Basically, RIA would involve a very high-powered linear accelerator that would send ions of various nuclides hurtling towards solid targets at very high speeds. Some of the ions would collide with atoms in the target. This collision would produce various fusion products that would then decay to other nuclei. The Rare Isotope Accelerator would be capable of creating a vast array of unstable isotopes typically only produced in supernovae. This is important for nuclear physicists because studying the decay of unstable nuclei provides crucial data to test theories of nuclear architecture and of the nuclear forces themselves.
If you don’t typically hang around nuclear physicists, you may not be familiar with the chart of nuclides. It’s a handy way of displaying the elements and their isotopes in a much more organized fashion than the periodic table. The Chart of the Nuclides plots isotopes with their number of protons on one axis (typically the x-axis) and the number of neutrons on the other. The graphic at the top of this article is just such a plot. It illustrates the expected number of each nuclide that would be produced each second according to the Argonne Laboratory design.
You may be surprised to learn just how few of the possible isotopes we have actually discovered. Take a few minutes and explore the Chart of the Nuclides in its current form. The main page is an overview of the chart, and, if you click on a section it zooms in to show to average lifetimes of each isotope. But pay close attention to the vast number of white squares, those are the ones we think should exist but have never observed in the laboratory. Those white squares represent the great unknown territory of nuclear physics. If you’re interested in a bigger version, Chart of the Nuclides sells wall charts that are probably the geekiest posters you could buy (and I mean that in the best possible way).
RIA would fill in large chunks of that chart. It would push back the dark boundary of the unknown and expose the fertile ground of fundamental knowledge. But, it is expected to cost somewhere near $1 billion dollars. And, if I set aside my institutional loyalty for a second, I can think of some really great projects to spend a billion dollars on, the Terrestrial Planet Finder for instance.

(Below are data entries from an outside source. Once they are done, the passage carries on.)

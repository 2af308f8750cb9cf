import { eq } from 'drizzle-orm';
import { db } from '@/db/client.server';
import { settings } from '@/db/schema';
import { gateWait } from './backoff';

/** Shut while the mail server is away. Kept in the database, so that a restart does not begin by knocking again. */
export interface Gate {
  readonly failures: number;
  readonly opensAt: number;
  /** When the first of the failures in a row was. */
  readonly since: number;
  readonly reply: string;
}
const KEY = 'mail-gate';

export function readGate(): Gate | null {
  const row = db.select().from(settings).where(eq(settings.key, KEY)).get();
  return row ? (JSON.parse(row.value) as Gate) : null;
}

/** Shuts it for longer each time. Several lanes that meet the same outage count as one failure. */
export function shutGate(reply: string, now: number): Gate {
  const before = readGate();
  if (before && before.opensAt > now) return before;
  const failures = (before?.failures ?? 0) + 1;
  const gate: Gate = { failures, opensAt: now + gateWait(failures), since: before?.since ?? now, reply };
  const value = JSON.stringify(gate);
  db.insert(settings)
    .values({ key: KEY, value, updatedAt: new Date(now) })
    .onConflictDoUpdate({ target: settings.key, set: { value, updatedAt: new Date(now) } })
    .run();
  return gate;
}

export function openGate(): void {
  db.delete(settings).where(eq(settings.key, KEY)).run();
}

Unlike the specious comparisons of NASA’s budget to the military’s, this is a serious issue. Where can the government get the greatest science return for $1 billion? Furthermore, where will that money go to benefit the national interests of the United States most highly? Nuclear and High-Energy Physics have reached a point where relatively little new ground can be broken at a cost of anything less than a few hundred million dollars. We seemed to have reached a point of diminishing scientific return in these areas. I am not at all suggesting that expensive research questions should not be pursued, but I do think we should ask which pursuit has the most potential to fundamentally alter our scientific and cultural understanding.
I would love for a nuclear physicist to answer this question. I would argue that the potential discovery of life on another planet would be of greater value than a deeper understanding of the nature of sub atomic particles, but it hurts me to make that statement. I want both goals to proceed, and I want MSU to host a facility that would improve its already world-class physics program. But more than that I want planetary science to be funded the way it should.

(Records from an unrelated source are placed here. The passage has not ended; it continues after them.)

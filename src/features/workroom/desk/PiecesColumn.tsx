import { useStore } from '@nanostores/react';
import { useEffect, useRef, useState } from 'react';
import { drawPiece, type PieceFigure } from '@/engine';
import { namesOf } from '@/features/projects/formula-names';
import { placeInPiece } from '@/features/projects/piece-faults';
import { ColumnHead } from './ColumnHead';
import type { LiveFigures } from '@/writeup/live';
import type { DeskStore } from './desk-store';
import { DrawingView } from './DrawingView';
import { AddPieceButton, PieceStarts } from './pieces/AddPiece';
import { PieceContext } from './pieces/piece-context';
import { PieceWorkbench } from './pieces/PieceWorkbench';
import { FormulaPattern } from './use-completion';
import { WholeBox } from './WholeBox';
import './pieces/pieces.css';

const THUMB = { width: 68, tallest: 30 } as const;

export interface PiecesColumnProps {
  readonly store: DeskStore;
  readonly piece: string | null;
  readonly onPiece: (name: string) => void;
}

/** The pieces as live drawings and as what they are made of, the words that geometry says of them, and the whole box folded. */
export function PiecesColumn({ store, piece, onPiece }: PiecesColumnProps) {
  const draft = useStore(store.$draft);
  const { live, stale, compiled } = useStore(store.$work);
  const lit = useStore(store.$lit);
  const { pattern, sizing } = draft;
  const { pieces } = pattern;
  const chosen = useChosen(pieces, piece);
  const [adding, setAdding] = useState(false);
  const figures = new Map(live?.figures.pieces.map((figure) => [figure.name, figure]));
  const faults = compiled.ok
    ? []
    : compiled.faults.filter((fault) => chosen !== undefined && placeInPiece(fault, chosen.name) !== null);
  const litPieces = pieces.filter((known) => lit?.pieces.includes(known.name));

  const step = (by: 1 | -1) => {
    if (litPieces.length === 0) return;
    const at = litPieces.findIndex((known) => known.name === chosen?.name);
    const next =
      litPieces[(at === -1 ? (by === 1 ? 0 : litPieces.length - 1) : at + by + litPieces.length) % litPieces.length];
    if (next) onPiece(next.name);
  };

  return (
    <FormulaPattern.Provider value={pattern}>
      <section className="desk-column" data-column="pieces" aria-label="Pieces" tabIndex={-1}>
        <ColumnHead
          title="Pieces"
          shortcut="Alt 2"
          lit={lit === null ? null : `${litPieces.length} of ${pieces.length} lit`}
          onStep={step}
          action={chosen === undefined ? null : <AddPieceButton open={adding} onOpen={setAdding} />}
        />
        <div className="piece-tabs" role="tablist" aria-label="Pieces">
          {pieces.map((known) => (
            <PieceTab
              key={known.name}
              name={known.name}
              figure={figures.get(known.name)}
              lit={lit?.pieces.includes(known.name) ?? false}
              selected={known.name === chosen?.name}
              onSelect={() => onPiece(known.name)}
              sizing={sizing}
            />
          ))}
        </div>
        <div className="desk-scroll" data-stale={stale ? '' : undefined}>
          {chosen === undefined ? (
            <p className="desk-empty">A box is made of pieces. Begin with one, and change it from there.</p>
          ) : null}
          {adding || chosen === undefined ? (
            <PieceStarts
              store={store}
              pattern={pattern}
              focus={adding}
              onAdded={(name) => {
                setAdding(false);
                onPiece(name);
              }}
              onClose={() => setAdding(false)}
            />
          ) : null}
          {stale ? <p className="stale-words">A formula does not read. These are the last good figures.</p> : null}
          {live === null ? (
            <p className="desk-empty">
              Nothing can be drawn until every formula reads. What is wrong stands beside it, and in the list below.
            </p>
          ) : null}
          {chosen === undefined ? null : (
            <div role="tabpanel" aria-label={chosen.name}>
              <PieceContext.Provider value={{ store, pattern, piece: chosen, names: namesOf(pattern), lit, faults }}>
                <PieceWorkbench live={live} figure={figures.get(chosen.name)} onPiece={onPiece} />
              </PieceContext.Provider>
            </div>
          )}
          {live && chosen ? <WholeBox live={live} figure={figures.get(chosen.name)} /> : null}
        </div>
      </section>
    </FormulaPattern.Provider>
  );
}

/** The piece that was chosen by name; while no piece is called so, the one that stands where it stood. */
function useChosen<P extends { readonly name: string }>(pieces: readonly P[], name: string | null): P | undefined {
  const last = useRef(0);
  const found = pieces.findIndex((known) => known.name === name);
  const index = found === -1 ? Math.min(last.current, Math.max(0, pieces.length - 1)) : found;
  useEffect(() => {
    last.current = index;
  }, [index]);
  return pieces[index];
}

interface PieceTabProps {
  readonly name: string;
  readonly figure: PieceFigure | undefined;
  readonly lit: boolean;
  readonly selected: boolean;
  readonly onSelect: () => void;
  readonly sizing: LiveFigures['figures']['sizing'];
}
function PieceTab({ name, figure, lit, selected, onSelect, sizing }: PieceTabProps) {
  return (
    <button
      type="button"
      role="tab"
      aria-selected={selected}
      className={lit ? 'piece-tab lit' : 'piece-tab'}
      data-place={`piece:${name}`}
      onClick={onSelect}
    >
      <span className="thumb" aria-hidden="true">
        {figure ? (
          <DrawingView
            drawing={drawPiece(figure, {
              ...THUMB,
              units: sizing.units,
              grid: sizing.grid,
              labels: false,
              dims: false,
            })}
          />
        ) : null}
      </span>
      <span>
        {name}
        {figure !== undefined && figure.count > 1 ? ` ×${figure.count}` : ''}
        {lit ? <span className="visually-hidden">, lit</span> : null}
      </span>
    </button>
  );
}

I think that the government should fund me $250,000 to build a pilot plant of my new semicontinuous distillation with reaction in a middle vessel idea (SDRMV). It would open up a whole new world of chemical engineering design, not to mention make me famous! Call your Senator or Spence Abraham (secretary of energy) today!
Hey,
Anthonares.net is decently high on the pagerank list when you search in feedblitz for “Religion”.

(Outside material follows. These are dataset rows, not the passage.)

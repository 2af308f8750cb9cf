export interface Trouble {
  readonly what: 'later' | 'refused' | 'expired' | 'uncertain';
  readonly count: number;
  /** What the server said, one example. */
  readonly reply: string;
  readonly enhanced: string | null;
  readonly suppressed: boolean;
  /** When the next of them is tried again; null when none is. */
  readonly nextAt: number | null;
}
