import { useEffect, useRef, useState } from 'react';

export interface PlayRange {
  readonly from: number;
  readonly to: number;
  /** Where it begins and ends. */
  readonly at: number;
  readonly show: (value: number | null) => void;
}
export interface Play {
  readonly playing: boolean;
  /** Nothing is to move by itself: every press shows the next of a few sizes. */
  readonly byPress: boolean;
  /** Begins, or goes one size on where nothing moves by itself. */
  press(): void;
  stop(): void;
}

const SECONDS = 7;
const STOPS = 8;

/** Goes through a range and comes back: up from where it is, down to the smallest, up again. Nothing is changed by it. */
export function usePlay({ from, to, at, show }: PlayRange): Play {
  const [playing, setPlaying] = useState(false);
  const [byPress] = useState(() => matchMedia('(prefers-reduced-motion: reduce)').matches);
  const frame = useRef(0);
  const stop = useRef(0);
  const latest = useRef(show);
  useEffect(() => {
    latest.current = show;
  });
  useEffect(
    () => () => {
      cancelAnimationFrame(frame.current);
      latest.current(null);
    },
    [],
  );
  const end = () => {
    cancelAnimationFrame(frame.current);
    stop.current = 0;
    latest.current(null);
    setPlaying(false);
  };
  const begin = () => {
    setPlaying(true);
    let start: number | null = null;
    const tick = (time: number) => {
      start ??= time;
      const share = (time - start) / (SECONDS * 1000);
      if (share >= 1) return end();
      latest.current(through(share, { from, to, at }));
      frame.current = requestAnimationFrame(tick);
    };
    frame.current = requestAnimationFrame(tick);
  };
  return {
    playing,
    byPress,
    stop: end,
    press() {
      if (!byPress) return playing ? end() : begin();
      if (stop.current > STOPS) return end();
      setPlaying(true);
      latest.current(from + ((to - from) * stop.current) / STOPS);
      stop.current += 1;
    },
  };
}

/** The value at a share of the way from `at` up to `to`, down to `from` and back, at even speed. */
export function through(
  share: number,
  { from, to, at }: { readonly from: number; readonly to: number; readonly at: number },
): number {
  const way = share * 2 * (to - from);
  const up = to - at;
  if (way <= up) return at + way;
  if (way <= up + (to - from)) return to - (way - up);
  return from + (way - up - (to - from));
}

http://www.feedblitz.com/f/f.fbz?fasearch=Religion
Religion was one links on Feed Advisor that was listed as a “hot” search.
Feel all proud.
Tom,
Yikes, I hope people aren’t coming here very often for religion posts, it’s been months since one about religion, or even serious politics for that matter. I’ve felt it better to keep quiet while the idiots in charge shout back and forth, but that may change in the future.